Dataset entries

═══

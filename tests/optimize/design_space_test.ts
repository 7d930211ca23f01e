import assert from "node:assert/strict";
import { assertClose } from "../assert_close.ts";
import { parseScenario } from "../../src/model/parse_scenario.ts";
import { LIBRARY_MATERIAL_IDS } from "../../src/network/simulate_scenario.ts";
import { designSpace } from "../../src/optimize/design_space.ts";
import { unequalBranches } from "../network/_scenarios.ts";

Deno.test("design space: a fixed feeding runner smaller than today's never makes a steel-safe tool unsolvable", () => {
  // Today's tool breaks the feed order: the fixed hot-drop-side runner R0 (4 mm) feeds the
  // adjustable R1 and R2 (5 mm). Steel-safe keeps R1 and R2 at ≥ 5 mm, so the feed-order
  // bound may not pull them below today's size (it binds only on growth past today).
  const wire = unequalBranches("isothermal");
  wire.nodes!.push({ id: "S", x_mm: 0, y_mm: -30 });
  wire.feed = { ...wire.feed, node: "S" } as typeof wire.feed;
  wire.runners!.unshift({ id: "R0", from: "S", to: "J", diameter_mm: 4 });
  wire.goals = { mode: "steel_safe", size_rules: false };
  const parsed = parseScenario(wire, { materialIds: LIBRARY_MATERIAL_IDS });
  assert.ok(parsed.ok, JSON.stringify(!parsed.ok && parsed.issues));
  const space = designSpace(parsed.scenario);
  assert.deepEqual(space.conflicts, []);
  for (const id of ["R1", "R2"]) {
    const v = space.variables.find((x) => x.element === id)!;
    assert.equal(v.lower, 5e-3, `${id} lower: today's size`);
    assert.equal(v.upper, 5e-3, `${id} upper: the feeder's order holds it at today's size`);
  }
});

// ---- The practical size rules (issue 13.3) as bounds, against hand calculations.

/** ABS (the library's abs-general), 240 °C melt, 50 °C mold: the unequal-branches layout. */
function abs(change: (wire: ReturnType<typeof unequalBranches>) => void = () => {}) {
  const wire = unequalBranches("full");
  change(wire);
  const parsed = parseScenario(wire, { materialIds: LIBRARY_MATERIAL_IDS });
  assert.ok(parsed.ok, JSON.stringify(!parsed.ok && parsed.issues));
  return parsed.scenario;
}
const variable = (space: ReturnType<typeof designSpace>, id: string) =>
  space.variables.find((v) => v.element === id)!;

// The library's ABS (src/materials/library.ts): T_nf 125 °C, T_e 90 °C, k 0.17 W/(m·K),
// ρ_melt 950 kg/m³, cp 2100 J/(kg·K); α = k/(ρ·cp).
const TM = 240;
const TW = 50;
const ABS = { noFlow: 125, ejection: 90, alpha: 0.17 / (950 * 2100) };
// First-term closed forms: plate centre line t = s²/(π²α)·ln[(4/π)θ] (Menges, Michaeli &
// Mohren, How to Make Injection Molds); cylinder axis t = D²/(4λ²α)·ln[(2/(λ·J1(λ)))θ]
// (Carslaw & Jaeger, Conduction of Heat in Solids, 2nd ed., §7.6), λ = j0,1 = 2.404825558,
// J1(j0,1) = 0.5191474973 (Abramowitz & Stegun, Table 9.5); θ = (Tm − Tw)/(T − Tw).
const LAMBDA = 2.404825558;
const plateLog = (t: number) => Math.log((4 / Math.PI) * (TM - TW) / (t - TW));
const cylinderLog = (t: number) => Math.log((2 / (LAMBDA * 0.5191474973)) * (TM - TW) / (t - TW));
/**
 * The largest runner cooling no longer than ratio × a plate of wall s: D² /(4λ²α)·L_cyl =
 * ratio·s²/(π²α)·L_plate, so D = s·√(ratio·(4λ²/π²)·L_plate/L_cyl) — α cancels.
 */
const coolingCeiling = (wall: number, ratio: number) =>
  wall * Math.sqrt(
    ratio * (4 * LAMBDA ** 2 / Math.PI ** 2) * plateLog(ABS.ejection) / cylinderLog(ABS.ejection),
  );

Deno.test("runner cooling rule: a new tool's runners are bounded at ratio × the thickest part's cooling time, by the D² scaling", () => {
  const space = designSpace(abs());
  // Walls 2 mm: D = 2 mm·√(1.5·2.3437·0.8867) ≈ 3.53 mm, just above the 3.5 mm wall rule.
  const expected = coolingCeiling(2e-3, 1.5);
  assertClose(expected, 3.531e-3, { rel: 1e-3, what: "hand figure" });
  for (const id of ["R1", "R2"]) {
    const v = variable(space, id);
    assertClose(v.upper, expected, { rel: 1e-9, what: `${id} upper` });
    assert.equal(v.upperKind, "strict_rule");
    assert.match(v.upperReason, /runner_cooling/);
    assert.equal(v.cutterUpper, v.upper, "no cutter tolerance on a strict rule");
  }
  assert.deepEqual(space.conflicts, []);
  // Ratio ∝ D²: the ratio that puts the ceiling on the 3.5 mm wall rule leaves it there; below
  // it the wall rule wins (a runner that froze before its part could not pack it): the ceiling
  // is lifted to the floor, said in the reason, and nothing conflicts.
  const atFloor = 1.5 * (3.5e-3 / expected) ** 2;
  const at = (ratio: number) =>
    designSpace(abs((w) => (w.goals = { max_runner_cooling_ratio: ratio })));
  assert.deepEqual(at(atFloor * (1 + 1e-9)).conflicts, []);
  assert.doesNotMatch(variable(at(atFloor * (1 + 1e-9)), "R1").upperReason, /lifted/);
  const thin = at(atFloor * 0.8);
  assert.deepEqual(thin.conflicts, []);
  for (const id of ["R1", "R2"]) {
    const v = variable(thin, id);
    assertClose(v.upper, 3.5e-3, { rel: 1e-12, what: `${id}: the wall rule's floor` });
    assert.equal(v.lower, v.upper, `${id}: held at the floor`);
    assert.match(v.upperReason, /lifted to the wall rule's floor/);
  }
  // Twice the ratio: √2 × the size.
  assertClose(variable(at(3), "R1").upper, Math.SQRT2 * expected, { rel: 1e-9, what: "ratio 3" });
});

Deno.test("runner cooling rule: switched off, it bounds nothing; on a trim tool that breaks it, today's size is the bound", () => {
  const off = designSpace(abs((w) => (w.goals = { size_rules: { runner_cooling: false } })));
  assert.equal(variable(off, "R1").upper, 12e-3, "back to max_diameter_mm");
  assert.equal(variable(off, "R1").upperKind, "scenario");
  // Trim: today's 5 mm runners need (5/3.53)²·1.5 ≈ 3 × the part's cooling time. The bound
  // is today's size: the rule forces no change, it only stops growth.
  const trim = designSpace(abs((w) => (w.goals = { mode: "trim" })));
  for (const id of ["R1", "R2"]) {
    const v = variable(trim, id);
    assert.equal(v.upper, 5e-3, `${id}: today's size`);
    assert.ok(v.lower <= v.current && v.current <= v.upper, `${id}: today's size allowed`);
    assert.match(v.upperReason, /runner_cooling.*today's size, which breaks it/);
  }
  assert.deepEqual(trim.conflicts, []);
});

/** The unequal-branches layout fed by a sprue (entry 3 mm, exit `exit` mm) at the junction. */
const sprueFed = (exit: number, goals: Record<string, unknown> = {}) =>
  abs((w) => {
    w.feed = {
      kind: "sprue",
      node: "J",
      length_mm: 50,
      entry_diameter_mm: 3,
      exit_diameter_mm: exit,
    };
    w.goals = goals;
  });

Deno.test("sprue exit rule: the runners leaving a sprue stay 0.5 mm under its exit (common practice); off, the sprue's own cooling is the ceiling", () => {
  const space = designSpace(sprueFed(5.2));
  for (const id of ["R1", "R2"]) {
    const v = variable(space, id);
    assertClose(v.upper, 4.7e-3, { rel: 1e-12, what: `${id}: 5.2 − 0.5 mm` });
    assert.equal(v.upperKind, "strict_rule");
    assert.match(v.upperReason, /sprue_exit/);
    assert.equal(v.cutterUpper, v.upper);
  }
  // Without it, the runner-cooling ceiling: the sprue (5.2 mm, longer than 1.5 × the part's)
  // already sets the cycle, and a runner as large as its exit cools as long.
  const noExit = designSpace(sprueFed(5.2, { size_rules: { sprue_exit: false } }));
  assertClose(variable(noExit, "R1").upper, 5.2e-3, { rel: 1e-12, what: "sprue allowance" });
  assert.match(variable(noExit, "R1").upperReason, /runner_cooling/);
  const none = designSpace(sprueFed(5.2, { size_rules: false }));
  assert.equal(variable(none, "R1").upper, 12e-3);
  // A steel-safe tool whose 5 mm runners break it today: held at today's size, no conflict.
  const steel = designSpace(sprueFed(5.2, { mode: "steel_safe" }));
  assert.equal(variable(steel, "R1").upper, 5e-3);
  assert.equal(variable(steel, "R1").lower, 5e-3);
  assert.deepEqual(steel.conflicts.filter((c) => c.startsWith("R")), []);
});

Deno.test("size rules that do not bind leave the design space as it was without them", () => {
  // A 25 mm sprue exit and a ratio of 100 put both ceilings far above max_diameter_mm (12 mm).
  for (const mode of ["new_tool", "trim", "steel_safe"] as const) {
    const on = designSpace(sprueFed(25, { mode, max_runner_cooling_ratio: 100 }));
    const off = designSpace(
      sprueFed(25, {
        mode,
        max_runner_cooling_ratio: 100,
        size_rules: { sprue_exit: false, runner_cooling: false, gate_hold: false },
      }),
    );
    assert.deepEqual(on.variables, off.variables, mode);
    assert.deepEqual(on.ordering, off.ordering, mode);
  }
});

Deno.test("gate hold rule: with a hold time, each gate is at least the size that freezes when it ends (plate for edge, cylinder for pin)", () => {
  const hold = 1.6;
  const withHold = (mode: "new_tool" | "trim", holdTime: number) =>
    designSpace(abs((w) => {
      w.process.hold_time_s = holdTime;
      w.goals = { mode };
      // G2 as an edge gate 3 mm wide, 1.2 mm deep (60 % of the wall).
      w.gates[1] = {
        id: "G2",
        from: "B",
        cavity: "C2",
        type: "edge",
        width_mm: 3,
        thickness_mm: 1.2,
        land_mm: 1,
        adjustable: true,
        min_thickness_mm: 0.5,
        max_thickness_mm: 2,
      };
    }));
  const space = withHold("new_tool", hold);
  // Freeze = centre at T_nf: pin D = √(t·4λ²α/L_cyl), edge s = √(t·π²α/L_plate).
  const pin = Math.sqrt(hold * 4 * LAMBDA ** 2 * ABS.alpha / cylinderLog(ABS.noFlow));
  const edge = Math.sqrt(hold * Math.PI ** 2 * ABS.alpha / plateLog(ABS.noFlow));
  const g1 = variable(space, "G1");
  const g2 = variable(space, "G2");
  assertClose(g1.lower, pin, { rel: 1e-9, what: "pin gate floor" });
  assertClose(g2.lower, edge, { rel: 1e-9, what: "edge gate floor" });
  assert.ok(pin > 1e-3 && edge > 1e-3, "the hold floors bind above the other lower bounds");
  for (const v of [g1, g2]) {
    assert.equal(v.lowerKind, "strict_rule");
    assert.match(v.lowerReason, /gate_hold/);
    assert.equal(v.cutterLower, v.lower);
  }
  // Four times the hold: twice the size; on a new tool that is past the gate ≤ 60 % of wall rule.
  const long = withHold("new_tool", 4 * hold);
  assertClose(variable(long, "G1").lower, 2 * pin, { rel: 1e-9, what: "4× hold" });
  assert.ok(
    long.conflicts.some((c) =>
      /^G1: gate freeze ≥ hold .*gate_hold.* is above gate ≤ 60 % of wall rule/.test(c)
    ),
  );
  // On a trim tool the floor never passes today's size (1.4 mm pin, 1.2 mm edge).
  const trim = withHold("trim", 4 * hold);
  assert.equal(variable(trim, "G1").lower, 1.4e-3);
  assert.equal(variable(trim, "G2").lower, 1.2e-3);
  // Without a hold time, or switched off: no floor.
  const none = designSpace(abs());
  const off = designSpace(abs((w) => {
    w.process.hold_time_s = hold;
    w.goals = { size_rules: { gate_hold: false } };
  }));
  assert.deepEqual(variable(off, "G1"), variable(none, "G1"));
  assert.equal(variable(none, "G1").lowerKind, "scenario");
});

═══

Starting with the first line above and ending with the line that holds "space: a fixed", restate each line word for word and add nothing else.

Solution for this task:
filename tests/optimize/design_space_test.ts
repository 7d930211ca23f01e
import assert from "node:assert/strict";
import { assertClose } from "../assert_close.ts";
import { parseScenario } from "../../src/model/parse_scenario.ts";
import { LIBRARY_MATERIAL_IDS } from "../../src/network/simulate_scenario.ts";
import { designSpace } from "../../src/optimize/design_space.ts";
import { unequalBranches } from "../network/_scenarios.ts";

Deno.test("design space: a fixed feeding runner smaller than today's never makes a steel-safe tool unsolvable", () => {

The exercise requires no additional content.